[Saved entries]
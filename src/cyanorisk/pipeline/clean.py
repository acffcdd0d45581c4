"""Clean data of a site: ingest its raw files, or reuse what an earlier ingest wrote.

Two levels of reuse, both keyed by content hashes, so the command line and the service share
them:

- the clean tables as a whole, while every raw file and every setting that shapes them is
  unchanged (the key is kept in ``ingest_summary.json``);
- each raw file's parsed rows (``cache/``), so that a logger file appended each day, or a new
  file, is the only one parsed again; the files are then put together on the grid afresh, which
  is fast.
"""

from __future__ import annotations

import hashlib
import json
from collections.abc import Callable
from dataclasses import asdict, dataclass
from datetime import date
from pathlib import Path
from typing import Any

import pandas as pd

from cyanorisk.atomic import write_group
from cyanorisk.config import Site
from cyanorisk.ingest.quality import AFTER_LATEST, LEDGER_COLUMNS, IngestError
from cyanorisk.ingest.samples import (
    SampleFile,
    assemble_samples,
    empty_totals,
    parse_sample_file,
    sample_totals,
)
from cyanorisk.ingest.weather import (
    FileReport,
    WeatherFile,
    WeatherMeta,
    assemble_weather,
    parse_weather_file,
)
from cyanorisk.pipeline.workspace import SiteWorkspace
from cyanorisk.version import __version__


@dataclass
class CleanData:
    """A site's clean tables and what ingest did to make them."""

    weather: pd.DataFrame
    """Regular UTC series with ``*_flag`` columns (see :func:`cyanorisk.ingest.read_weather`)."""
    totals: pd.DataFrame
    """One row per sample: the cyanobacterial total with its censor, toxins, and
    ``outside_weather`` (sampled outside the span of the weather record)."""
    summary: dict[str, Any]
    """The ingest summary (``ingest_summary.json``): spans, row accounts, rejects by reason."""
    reused: bool = False
    """True when the clean tables were read back because nothing behind them changed."""
    records: pd.DataFrame | None = None
    """One row per sample and taxon (only after a fresh ingest)."""

    @property
    def rows(self) -> dict[str, dict[str, int] | None]:
        """The row accounts of the weather and the lab files."""
        s = self.summary.get("samples")
        return {"weather": self.summary["weather"]["rows"], "samples": s["rows"] if s else None}


def file_digest(path: Path) -> str:
    """Hex SHA-256 of a file's bytes, read in chunks."""
    h = hashlib.sha256()
    with open(path, "rb") as fh:
        for chunk in iter(lambda: fh.read(1 << 20), b""):
            h.update(chunk)
    return h.hexdigest()


def _key(*parts: Any) -> str:
    text = json.dumps(parts, sort_keys=True, default=str)
    return hashlib.sha256(text.encode()).hexdigest()


def weather_settings(site: Site) -> dict[str, Any]:
    """Everything besides a weather file's bytes that shapes its parsed rows."""
    return {"dialect": asdict(site.weather.parsing), "timezone": site.timezone,
            "interval": str(site.interval), "bad_rows": site.ingest.bad_rows,
            "earliest": str(site.ingest.earliest_date)}


def sample_settings(site: Site) -> dict[str, Any]:
    """Everything besides a lab file's bytes that shapes its parsed records."""
    layout = site.samples.parsing if site.samples else None
    return {"layout": asdict(layout) if layout else None, "timezone": site.timezone,
            "site_id": site.id, "bad_rows": site.ingest.bad_rows,
            "earliest": str(site.ingest.earliest_date),
            "aliases": list(site.samples.site_aliases) if site.samples else []}


def inputs_key(site: Site, digests: dict[str, str]) -> str:
    """The key of a site's clean tables: its raw files' hashes and the settings that shape them.
    The run's latest plausible date is not part of it (see :func:`_still_plausible`)."""
    taxa = {k: asdict(v) for k, v in site.samples.taxa.items()} if site.samples else None
    return _key(__version__, digests, weather_settings(site), sample_settings(site),
                taxa, asdict(site.ingest), site.weather.period)


def clean_site(site: Site, ws: SiteWorkspace, digests: dict[str, str], *,
               reuse: bool = True, latest: date | None = None) -> CleanData:
    """The site's clean data: read back when nothing changed, else ingested and written.
    Readings and samples dated after ``latest`` go to the rejects ledger."""
    key = inputs_key(site, digests)
    if reuse:
        done = _read_back(site, ws, key, latest)
        if done is not None:
            return done
    used: set[Path] = set()
    weather_files = [_weather_file(site, ws, Path(p), digests[str(p)], used)
                     for p in site.weather.files]
    weather, wmeta = assemble_weather(
        weather_files, site.interval, site.timezone, period=site.weather.period,
        off_grid=site.ingest.off_grid, duplicates=site.ingest.duplicates,
        encoding=site.weather.parsing.encoding, latest=latest)
    records = totals = smeta = None
    if site.samples is not None:
        sample_files = [_sample_file(site, ws, Path(p), digests[str(p)], used)
                        for p in site.samples.files]
        records, smeta = assemble_samples(sample_files, site.samples.parsing, latest=latest,
                                          timezone=site.timezone)
        require_site_samples(site, records)
        totals = sample_totals(records, site.samples.taxa)
        totals["outside_weather"] = _outside(totals, wmeta)
    summary = ingest_summary(site, wmeta, smeta, totals, key)
    summary["dates"] = _dates(site, latest, wmeta, smeta)
    writers = {ws.weather: lambda tmp: weather.to_parquet(tmp, engine="pyarrow"),
               ws.weather_rejects: lambda tmp: wmeta.rejects.to_csv(tmp, index=False)}
    if smeta is not None:
        writers[ws.samples] = lambda tmp: records.to_parquet(tmp, engine="pyarrow")
        writers[ws.sample_totals] = lambda tmp: totals.to_parquet(tmp, engine="pyarrow")
        writers[ws.samples_rejects] = lambda tmp: smeta.rejects.to_csv(tmp, index=False)
    summary["outputs"] = [str(p) for p in writers]
    writers[ws.ingest_summary] = lambda tmp: tmp.write_text(json.dumps(summary, indent=1),
                                                            encoding="utf-8")
    write_group(writers)
    _forget_unused(ws, used)
    return CleanData(weather, totals if totals is not None else empty_totals(), summary,
                     records=records)


def require_site_samples(site: Site, records: pd.DataFrame) -> None:
    """Refuse lab sheets whose site column never names the site: every sample would be dropped
    and the site would look as if no result had ever been known.

    Raises
    ------
    IngestError
        Naming the first lab file and the site column, the ids found and the id expected, and
        the ``site_aliases`` key that maps the lab's name to the site.
    """
    layout = site.samples.parsing if site.samples else None
    if layout is None or not layout.site_column or records.empty \
            or (records["site_id"] == site.id).any():
        return
    found = sorted({str(v) for v in records["site_id"].dropna()})
    shown = ", ".join(repr(v) for v in found[:8]) + (" ..." if len(found) > 8 else "")
    raise IngestError(site.samples.files[0],
                      f"no sample names site {site.id!r} in column {layout.site_column!r}: the "
                      f"sheets name {shown}; if one of them is this site, add it under "
                      f"[sites.samples] as site_aliases = {json.dumps(found[:1])}",
                      column=layout.site_column)


def _dates(site: Site, latest: date | None, weather: WeatherMeta, samples) -> dict[str, Any]:
    """The plausible window this ingest used and how many rows fell after its end."""
    late = sum(int(r["message"].str.contains(AFTER_LATEST, regex=False).sum())
               for r in (weather.rejects, samples.rejects if samples is not None else None)
               if r is not None and len(r))
    return {"earliest": str(site.ingest.earliest_date),
            "latest": str(latest) if latest else None, "after_latest": late}


def _still_plausible(summary: dict, latest: date | None) -> bool:
    """Whether clean tables made with one latest date hold for this one: the same date, or a
    later one when no row was refused for being late then (so none would be kept now)."""
    dates = summary.get("dates")
    if not isinstance(dates, dict) or "after_latest" not in dates:
        return False
    then = date.fromisoformat(dates["latest"]) if dates.get("latest") else date.max
    now = latest or date.max
    return now == then or (now > then and dates["after_latest"] == 0)


def _read_back(site: Site, ws: SiteWorkspace, key: str,
               latest: date | None = None) -> CleanData | None:
    needed = [ws.ingest_summary, ws.weather] + ([ws.sample_totals] if site.samples else [])
    if not all(p.exists() for p in needed):
        return None
    try:
        summary = json.loads(ws.ingest_summary.read_text(encoding="utf-8"))
    except (OSError, ValueError):
        return None
    if not isinstance(summary, dict) or summary.get("inputs") != key \
            or not _still_plausible(summary, latest):
        return None
    totals = pd.read_parquet(ws.sample_totals) if site.samples else empty_totals()
    return CleanData(pd.read_parquet(ws.weather), totals,
                     summary | {"reused": True, "outputs": []}, reused=True)


def _outside(totals: pd.DataFrame, weather: WeatherMeta) -> object:
    if weather.start is None or not len(totals):
        return True
    at = totals["sampled_at"]
    return ((at < weather.start) | (at > weather.end + weather.interval)).to_numpy()


def _rejects_frame(records: list[dict]) -> pd.DataFrame:
    frame = pd.DataFrame(records, columns=LEDGER_COLUMNS)
    return frame.astype({"line": "int64"}).astype({c: object for c in LEDGER_COLUMNS if c != "line"})


def _cached(ws: SiteWorkspace, kind: str, key: str, used: set[Path],
            load: Callable[[pd.DataFrame, dict], Any],
            parse: Callable[[], tuple[Any, pd.DataFrame, dict]]) -> Any:
    """A raw file's parse from the cache (a table and a JSON sidecar) when the same bytes were
    parsed with the same settings before; else parsed now and kept."""
    table, info = ws.cached(kind, key[:32], "parquet"), ws.cached(kind, key[:32], "json")
    used.update((table, info))
    if table.exists() and info.exists():
        return load(pd.read_parquet(table), json.loads(info.read_text(encoding="utf-8")))
    parsed, frame, meta = parse()
    write_group({table: lambda tmp: frame.to_parquet(tmp, engine="pyarrow"),
                 info: lambda tmp: tmp.write_text(json.dumps(meta, default=int), encoding="utf-8")})
    return parsed


def _weather_file(site: Site, ws: SiteWorkspace, path: Path, digest: str,
                  used: set[Path]) -> WeatherFile:
    """One weather file's parsed rows, from the cache when its bytes were parsed before."""
    def parse() -> tuple[WeatherFile, pd.DataFrame, dict]:
        parsed = parse_weather_file(path, site.weather.parsing, site.timezone, site.interval,
                                    bad_rows=site.ingest.bad_rows,
                                    earliest=site.ingest.earliest_date)
        return parsed, parsed.to_frame(), {
            "report": asdict(parsed.report), "rejects": parsed.rejects.to_dict("records"),
            "n_ambiguous": parsed.n_ambiguous, "n_nonexistent": parsed.n_nonexistent}

    def load(frame: pd.DataFrame, meta: dict) -> WeatherFile:
        return WeatherFile.from_frame(path, frame, _rejects_frame(meta["rejects"]), meta["report"],
                                      meta["n_ambiguous"], meta["n_nonexistent"])

    key = _key(__version__, digest, str(path), weather_settings(site))
    return _cached(ws, "weather", key, used, load, parse)


def _sample_file(site: Site, ws: SiteWorkspace, path: Path, digest: str,
                 used: set[Path]) -> SampleFile:
    """One lab file's parsed records, from the cache when its bytes were parsed before."""
    def parse() -> tuple[SampleFile, pd.DataFrame, dict]:
        parsed = parse_sample_file(path, site.samples.parsing, site.timezone, site_id=site.id,
                                   bad_rows=site.ingest.bad_rows,
                                   earliest=site.ingest.earliest_date,
                                   site_aliases=site.samples.site_aliases)
        return parsed, parsed.records, {"rows_read": parsed.rows_read, "notes": parsed.notes,
                                        "rejects": parsed.rejects.to_dict("records")}

    def load(frame: pd.DataFrame, meta: dict) -> SampleFile:
        return SampleFile(path, frame, meta["rows_read"], _rejects_frame(meta["rejects"]),
                          meta["notes"])

    key = _key(__version__, digest, str(path), sample_settings(site))
    return _cached(ws, "samples", key, used, load, parse)


def _forget_unused(ws: SiteWorkspace, used: set[Path]) -> None:
    """Remove cached parses of file versions the site no longer has."""
    if ws.cache.is_dir():
        for path in ws.cache.iterdir():
            if path not in used and path.suffix in (".parquet", ".json"):
                path.unlink(missing_ok=True)


def _first_reject(rejects: pd.DataFrame) -> dict[str, Any] | None:
    if rejects.empty:
        return None
    first = rejects.iloc[0]
    return {"file": str(first["file"]), "line": int(first["line"]),
            "column": str(first["column"] or ""), "message": str(first["message"])}


def ingest_summary(site: Site, weather: WeatherMeta, samples, totals: pd.DataFrame | None,
                   key: str) -> dict[str, Any]:
    """The summary document of one site's ingest (printed by ``cyanorisk ingest``)."""
    w = weather.summary() | {"interval_minutes": weather.interval / pd.Timedelta(minutes=1),
                             "first_reject": _first_reject(weather.rejects)}
    out: dict[str, Any] = {"site_id": site.id, "site_name": site.name, "inputs": key,
                           "weather": w, "samples": None}
    if samples is not None:
        n = int(len(totals))
        out["samples"] = samples.summary() | {
            "n_samples": n, "outside_weather": int(pd.Series(totals["outside_weather"]).sum()),
            "first_sampled": str(totals["sampled_at"].min()) if n else None,
            "last_sampled": str(totals["sampled_at"].max()) if n else None,
            "censored_below": int((totals["cyano_censor"] == "<").sum()) if n else 0,
            "unknown_taxa": sorted({t.strip() for names in totals["unknown_taxa"] if names
                                    for t in str(names).split(",")}) if n else [],
            "first_reject": _first_reject(samples.rejects)}
    return out


__all__ = ["CleanData", "FileReport", "clean_site", "file_digest", "inputs_key"]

• Problem description: Each line above that contains the string "smeta" should be copied.

• Solution to this task:
    records = totals = smeta = None
        records, smeta = assemble_samples(sample_files, site.samples.parsing, latest=latest,
    summary = ingest_summary(site, wmeta, smeta, totals, key)
    summary["dates"] = _dates(site, latest, wmeta, smeta)
    if smeta is not None:
        writers[ws.samples_rejects] = lambda tmp: smeta.rejects.to_csv(tmp, index=False)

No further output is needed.